Metrics: net revenue $0, ARR $0, margins NA, retention NA, gross and net burn ~$50K each for the recent quarter (goal to stay under $50K/mo, may fluctuate with hardware), ~$835K cash, headcount 3 FT / 0 PT. Next raise: close by October (demo day end of September), minimum $2M, ideal $4–6M; cumulative raised ~$960K; fundraising strategy starts early August. Claremont: 3 Claremont employees; Claremont-affiliated investors/advisors Josh Jones and Vai. Asks: intros to hardware suppliers, hiring, and VC intros; future PhD scientist hire.
Call with Max on the pre-YC round mechanics and SH's rights, as the small round came together heading into YC.
Going into YC, the team didn't feel they needed to raise; the round was a way to get folks they'd been speaking to involved. Their Pioneer contact is former co-founder Patrick, who upped his check to $150K; an AI-fund HMC investor put in $100K; and two fund LPs who reached out put in ~$60K combined. The purpose of the ~$500K round is to be a little more hardware-focused (buy development hardware) and make a hire; with or without additional money, the YC funding runways them to December.
In response to SH's email, they asked questions about the MRL and pro rata and said they'd get back on whether they want to do this. Summary: good to go, though SH may not get MRL / pro rata / a VC interview slot.
Exploration call with Oliver as the team moved off a robotics data-collection idea toward AI-driven object manipulation, weighing logistics, retail, and home markets.
Previous exploration was a data-collection play for robotics; after ~30 conversations with researchers and roboticists they decided it was too early, noting even well-funded players (e.g. Figure, which had raised $700M at a $7B valuation for a humanoid) weren't pouring resources into data collection.

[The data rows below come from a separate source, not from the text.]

/* SPDX-License-Identifier: MIT
 *
 * What the evidence fit leaves in the memo: the state between two rounds, which is its workspace, but for that of
 * the workers, the noise and the trace; and what a finished fit came to.
 */
#include "solve/evidence_internal.h"

#include <string.h>

/* The scalars of a result. */
struct evidence_sums {
    uint64_t rank, trace_count, iterations;
    uint64_t time_cells, time_components; /* of the time part; along which axis it is, the request says */
    int64_t stop, along;
    double objective, rmse, gradient, noise, scale, mean, row_ridge, column_ridge, row_spread, column_spread,
        row_effects, column_effects;
    struct near_part near;
};
enum { RESULT_PARTS = 13 };

static uint64_t bytes_digest(uint64_t digest, const void *bytes, size_t size)
{
    return size > 0 ? memo_digest(digest, bytes, size) : digest;
}

/* The clock, and what the start knows of time. */
static uint64_t time_digest(uint64_t digest, const struct time_axis *axis, const struct time_part *part)
{
    const uint64_t counts[] = {axis != NULL ? (uint64_t)axis->along : 0, axis != NULL ? axis->count : 0,
                               (uint64_t)part->along, part->components};
    digest = memo_digest(digest, counts, sizeof counts);
    if (axis != NULL && axis->along != TIME_NONE)
        digest = bytes_digest(digest, axis->at, axis->count * sizeof *axis->at);
    if (part->along == TIME_NONE)
        return digest;
    digest = bytes_digest(digest, part->law, part->series * sizeof *part->law);
    digest = bytes_digest(digest, part->noise, part->series * sizeof *part->noise);
    return bytes_digest(digest, part->steps_law, part->components * sizeof *part->steps_law);
}

static uint64_t near_digest(uint64_t digest, const struct nearness *near, const struct near_part *part)
{
    const double known[] = {part->is_there, part->components, part->effect};
    digest = memo_digest(digest, known, sizeof known);
    if (near == NULL)
        return digest;
    digest = bytes_digest(digest, near->high, near->count * sizeof *near->high);
    digest = bytes_digest(digest, near->low, near->count * sizeof *near->low);
    return bytes_digest(digest, near->strength, near->count * sizeof *near->strength);
}

uint64_t evidence_digest(const struct cells *cells, const struct evidence_request *request, const struct model *start)
{
    const uint64_t counts[] = {(uint64_t)request->offsets,
                               (uint64_t)request->noise,
                               request->rank,
                               request->is_shrunk,
                               request->seed,
                               request->rounds,
                               cells->count,
                               start->low_rank.rank};
    const double reals[] = {request->noise_start, request->change, request->change_noise, request->change_left,
                            start->offsets.mean};
    uint64_t digest = memo_digest(0, counts, sizeof counts);
    digest = memo_digest(digest, reals, sizeof reals);
    digest = memo_digest(digest, start->offsets.row, start->rows * sizeof(double));
    digest = memo_digest(digest, start->offsets.column, start->columns * sizeof(double));
    if (cells->by_row.weight != NULL)
        digest = bytes_digest(digest, cells->by_row.weight, cells->count * sizeof *cells->by_row.weight);
    digest = time_digest(digest, request->time, &start->time);
    digest = near_digest(digest, request->near, &start->near);
    return low_rank_digest(digest, &start->low_rank);
}

size_t evidence_state(struct evidence *evidence, const struct evidence_request *request, struct evidence_at *at,
                      struct solve_result *result, struct memo_part parts[EVIDENCE_STATE_PARTS])
{
    parts[0] = (struct memo_part){at, sizeof *at};
    parts[1] = (struct memo_part){evidence->arena.base, evidence->state_size};
    parts[2] = (struct memo_part){result->trace, request->rounds * sizeof *result->trace};
    size_t count = 3;
    if (evidence->near != NULL)
        parts[count++] = (struct memo_part){evidence->near->arena.base, evidence->near->arena.reserved};
    if (evidence->time == NULL)
        return count;
    /* The residual has been taken off the targets. */
    struct cells *target = &evidence->problem->target;
    size_t values = target->count * (target->precision == FESCUE_SINGLE ? sizeof(float) : sizeof(double));
    parts[count++] = (struct memo_part){evidence->time->arena.base, evidence->time->state_size};
    parts[count++] = (struct memo_part){target->by_row.value, values};
    parts[count++] = (struct memo_part){target->by_column.value, values};
    return count;
}

void evidence_at_note(const struct evidence *evidence, struct evidence_at *at)
{
    const struct evidence_time *time = evidence->time;
    at->noise = evidence->noise;
    at->near_on = evidence->near != NULL && evidence->near->is_on;
    if (time == NULL)
        return;
    at->residual_on = time->residual_on;
    at->chain_on = time->chain_on;
    at->pool_share = time->pool_share;
}

void evidence_at_take(const struct evidence_at *at, struct evidence *evidence)
{
    struct evidence_time *time = evidence->time;
    evidence->noise = at->noise;
    if (evidence->near != NULL)
        evidence->near->is_on = at->near_on != 0;
    if (time == NULL)
        return;
    time->residual_on = at->residual_on != 0;
    time->chain_on = at->chain_on != 0;
    time->pool_share = at->pool_share;
}

static size_t result_parts(struct evidence_sums *sums, struct evidence_result *result, struct memo_part *parts)
{
    struct low_rank *point = &result->model.low_rank;
    struct offsets *offsets = &result->model.offsets;
    parts[0] = (struct memo_part){sums, sizeof *sums};
    parts[1] = (struct memo_part){offsets->row, point->rows * sizeof(double)};
    parts[2] = (struct memo_part){offsets->column, point->columns * sizeof(double)};
    parts[3] = (struct memo_part){point->spectrum, sums->rank * sizeof(double)};
    parts[4] = (struct memo_part){point->left.data, point->left.rows * point->left.stride * sizeof(double)};
    parts[5] = (struct memo_part){point->right.data, point->right.rows * point->right.stride * sizeof(double)};
    parts[6] = (struct memo_part){result->fit.trace, sums->trace_count * sizeof *result->fit.trace};
    const struct time_part *time = &result->model.time;
    if (sums->along == TIME_NONE)
        return 7;
    parts[7] = (struct memo_part){time->start, ((size_t)time->series + 1) * sizeof *time->start};
    parts[8] = (struct memo_part){time->time, sums->time_cells * sizeof *time->time};
    parts[9] = (struct memo_part){time->mean, sums->time_cells * sizeof *time->mean};
    parts[10] = (struct memo_part){time->law, time->series * sizeof *time->law};
    parts[11] = (struct memo_part){time->noise, time->series * sizeof *time->noise};
    parts[12] = (struct memo_part){time->steps_law, sums->time_components * sizeof *time->steps_law};
    return RESULT_PARTS;
}

void evidence_keep(struct memo_work *work, struct evidence_result *result)
{
    const struct offsets *offsets = &result->model.offsets;
    const struct time_part *time = &result->model.time;
    struct memo_part parts[RESULT_PARTS];
    struct evidence_sums sums = {.rank = result->model.low_rank.rank,
                                 .trace_count = result->fit.trace_count,
                                 .iterations = result->fit.iterations,
                                 .stop = (int64_t)result->fit.stop,
                                 .along = (int64_t)time->along,
                                 .time_cells = time->along == TIME_NONE ? 0 : time->start[time->series],
                                 .time_components = time->components,
                                 .objective = result->fit.objective,
                                 .rmse = result->fit.rmse,
                                 .gradient = result->fit.gradient,
                                 .noise = result->noise,
                                 .scale = result->scale,
                                 .mean = offsets->mean,
                                 .row_ridge = offsets->row_ridge,
                                 .column_ridge = offsets->column_ridge,
                                 .row_spread = result->row_spread,
                                 .column_spread = result->column_spread,
                                 .row_effects = result->row_effects,
                                 .column_effects = result->column_effects,
                                 .near = result->model.near};
    if (result->fit.stop != STOP_CANCELLED)
        memo_keep(work, parts, result_parts(&sums, result, parts));
}

static void sums_take(const struct evidence_sums *sums, struct evidence_result *out)
{
    struct low_rank *point = &out->model.low_rank;
    out->fit.trace_count = sums->trace_count;
    out->fit.iterations = sums->iterations;
    out->fit.stop = (enum solve_stop)sums->stop;
    out->fit.objective = sums->objective;
    out->fit.rmse = sums->rmse;
    out->fit.gradient = sums->gradient;
    out->noise = sums->noise;
    out->scale = sums->scale;
    out->row_spread = sums->row_spread;
    out->column_spread = sums->column_spread;
    out->row_effects = sums->row_effects;
    out->column_effects = sums->column_effects;
    out->model.offsets.mean = sums->mean;
    out->model.offsets.row_ridge = sums->row_ridge;
    out->model.offsets.column_ridge = sums->column_ridge;
    out->model.near = sums->near;
    point->rank = sums->rank;
    point->left = matrix_left(point->left, sums->rank);
    point->right = matrix_left(point->right, sums->rank);
}

fescue_status evidence_recall(fescue_context *context, struct memo_work *work, const struct evidence_request *request,
                              const struct model *start, struct evidence_result *out)
{
    struct evidence_sums sums = {0};
    struct memo_part parts[RESULT_PARTS];
    struct model *model = &out->model;
    fescue_status status;
    bool good = memo_get(work, &sums, sizeof sums) && sums.rank <= request->rank && sums.trace_count <= request->rounds;
    *model = (struct model){.rows = start->rows, .columns = start->columns, .bounds = start->bounds};
    TRY(TAKE(context, request->rounds, &out->fit.trace));
    TRY(offsets_copy(context, start->rows, start->columns, &start->offsets, &model->offsets));
    TRY(low_rank_create(context, start->rows, start->columns, request->rank, &model->low_rank));
    if (good && sums.along != TIME_NONE) {
        good = request->time != NULL && (int64_t)request->time->along == sums.along;
        uint32_t series = sums.along == TIME_ROWS ? start->columns : start->rows;
        if (good)
            TRY(time_part_create(context, request->time, series, sums.time_cells, sums.time_components, &model->time));
    }
    size_t count = good ? result_parts(&sums, out, parts) : 0;
    for (size_t k = 1; k < count && good; k++)
        good = memo_get(work, parts[k].bytes, parts[k].size);
    if (!good)
        TRY(FAIL(context, FESCUE_DEFECT, "the checkpoint holds another fit than the one that was asked for"));
    sums_take(&sums, out);
done:
    return status;
}
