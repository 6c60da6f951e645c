/* SPDX-License-Identifier: MIT
 *
 * Second derivatives of the projected objective (projection.c: f(U), W, R, g): Gauss-Newton and exact. Variable
 * projection: Golub, Pereyra 1973; for matrix completion Boumal, Absil 2015.
 *
 * A tangent D at U moves the cells by s = P(D W'), and the weights follow, so that U'R + Lambda W' stays zero, Lambda
 * the diagonal of ridges:
 *
 *     dW_j = -G_j^-1 (U's + [D'R])_j,      G_j = U_j'U_j + Lambda, kept as Cholesky factors by the evaluation
 *     H[D] = (I - UU')((s + P(U dW')) W + [R dW]) + D Lambda W'W
 *
 * In brackets: what Gauss and Newton leave out. The last term is -D (U'RW), with U'R = -Lambda W' put in; for ridges
 * that differ it is symmetrised, D (Lambda W'W + W'W Lambda)/2, which is the same where the frame of U makes W'W
 * diagonal. Without the brackets H is positive semidefinite.
 *
 *     symbol        name      shape
 *     s             values    one number a seen cell
 *     U's, -dW      across, follow    long x r
 *     Lambda W'W    damping   r x r
 *
 * The passes are made of the sweeps there are: a half whose values are zeros gives s as a "residual"; one whose values
 * are s gives P(U (-dW)') - s, which is what the weights multiply, up to its sign.
 *
 * Cost of a product: five passes of 2r flops a cell, seven when exact, and long r^2. Workspace: two matrices of the
 * longer side and its factors, long r^2/2; four values a cell. Parallel in the passes, and line by line in the small
 * solves; the bits do not depend on the workers, since lines are independent.
 */
#include "solve/solve_internal.h"

void hessian_reserve(struct arena *arena, const struct field *field, size_t rank)
{
    const struct cells *target = &field->problem->target;
    size_t shorter = target->rows, longer = target->columns, factors;
    if (shorter > longer) {
        shorter = target->columns;
        longer = target->rows;
    }
    matrix_reserve(arena, longer, rank);
    matrix_reserve(arena, longer, rank);
    matrix_reserve(arena, shorter, rank);
    matrix_reserve(arena, rank, rank);
    for (int k = 0; k < 4; k++)
        values_reserve(arena, field);
    if (size_product(longer, packed_size(rank), &factors))
        arena_reserve(arena, factors, sizeof(double));
    else
        arena->overflow = true;
}

void hessian_carve(struct arena *arena, struct projection *projection, struct hessian *hessian)
{
    const struct field *field = projection->field;
    size_t shorter = projection->by_short->lines, longer = projection->by_long->lines, rank = projection->rank;
    *hessian = (struct hessian){.projection = projection};
    hessian->across = matrix_carve(arena, longer, rank);
    hessian->follow = matrix_carve(arena, longer, rank);
    hessian->product = matrix_carve(arena, shorter, rank);
    hessian->damping = matrix_carve(arena, rank, rank);
    hessian->values = values_carve(arena, field);
    hessian->zeros = values_carve(arena, field);
    hessian->long_residual = values_carve(arena, field);
    projection->residual = values_carve(arena, field);
    projection->factors = arena_carve(arena, longer * packed_size(rank), sizeof(double));
}

void hessian_start(struct hessian *hessian, bool exact)
{
    struct projection *p = hessian->projection;
    struct matrix none = {0};
    double square;
    hessian->exact = exact;
    tall_cross(p->field->problem->context, p->weights, p->weights, p->core, p->dense);
    for (size_t i = 0; i < p->rank; i++)
        for (size_t j = 0; j < p->rank; j++)
            MATRIX_AT(hessian->damping, i, j) = 0.5 * (p->ridge[i] + p->ridge[j]) * MATRIX_AT(p->core, i, j);
    if (exact)
        sweep_residual(&p->field->sweep, p->by_long, p->weights, p->basis, none, hessian->long_residual, &square);
}

struct follow_pass {
    struct hessian *hessian;
    const struct half *half;
};

static void follow_task(void *job, size_t block, size_t worker)
{
    struct follow_pass *pass = job;
    struct hessian *hessian = pass->hessian;
    size_t rank = hessian->projection->rank;
    (void)worker;
    for (uint32_t j = pass->half->block[block]; j < pass->half->block[block + 1]; j++) {
        double *line = &MATRIX_AT(hessian->follow, j, 0);
        for (size_t k = 0; k < rank; k++)
            line[k] = MATRIX_AT(hessian->across, j, k);
        if (pass->half->start[j] < pass->half->start[j + 1])
            packed_solve(hessian->projection->factors + j * packed_size(rank), rank, line);
        else
            for (size_t k = 0; k < rank; k++)
                line[k] = 0;
    }
}

/* follow = -dW. */
static void weights_follow(struct hessian *hessian, struct matrix d)
{
    struct projection *p = hessian->projection;
    struct sweep *sweep = &p->field->sweep;
    fescue_context *context = p->field->problem->context;
    struct half still = *p->by_long;
    struct follow_pass pass = {hessian, p->by_long};
    struct matrix none = {0};
    double square;
    still.value = hessian->zeros;
    sweep_residual(sweep, &still, p->weights, d, none, hessian->values, &square);
    sweep_multiply(sweep, p->by_long, hessian->values, p->basis, hessian->across);
    if (hessian->exact) {
        sweep_multiply(sweep, p->by_long, hessian->long_residual, d, hessian->follow);
        tall_add(context, 1, hessian->follow, 1, hessian->across);
    }
    team_run(context, p->by_long->blocks, follow_task, &pass);
}

void hessian_apply(struct hessian *hessian, struct matrix d, struct matrix product)
{
    struct projection *p = hessian->projection;
    struct sweep *sweep = &p->field->sweep;
    fescue_context *context = p->field->problem->context;
    struct half still = *p->by_short, moved = *p->by_short;
    struct matrix none = {0};
    double square;
    weights_follow(hessian, d);
    still.value = hessian->zeros;
    moved.value = hessian->values;
    sweep_residual(sweep, &still, d, p->weights, none, hessian->values, &square);
    /* In place: every cell is read before it is written. */
    sweep_residual(sweep, &moved, p->basis, hessian->follow, none, hessian->values, &square);
    sweep_multiply(sweep, p->by_short, hessian->values, p->weights, product);
    if (hessian->exact) {
        sweep_multiply(sweep, p->by_short, p->residual, hessian->follow, hessian->product);
        tall_add(context, 1, hessian->product, 1, product);
    }
    tall_cross(context, p->basis, product, p->core, p->dense);
    tall_multiply(context, -1, p->basis, p->core, 1, product);
    tall_multiply(context, 1, d, hessian->damping, -1, product);
}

Current exploration: they bought a robot system to replicate research results. Most cutting-edge robotics research is on object manipulation, and a new flavor of ML lets a robot imitate a task after ingesting ~20 sample videos, a new paradigm feeding raw webcam footage into a neural net that outputs robotic-arm control. They want manipulation while moving and language-based control.
Business thinking favored a vertically integrated model owning the customer. Logistics and manufacturing are the most popular and most crowded; they were also open to retail; and leaning most into home automation, specifically elder home care, consumer tidy-up robots (~$5K target), companionship, and home monitoring/security. Plan was to focus on software first using off-the-shelf hardware, and to explore a ~$5K V1 “tidybot.”
Everything (UX, hardware, software, GTM, business model) will be hard; they wanted capability quickly to get interesting data quickly and would know within a month whether to press ahead. YC MFN kicks in July 9. Next step: a thoughtful email reminding them of SH's position. They might also seek a 4th co-founder doing AI/ML robotics controls and vision.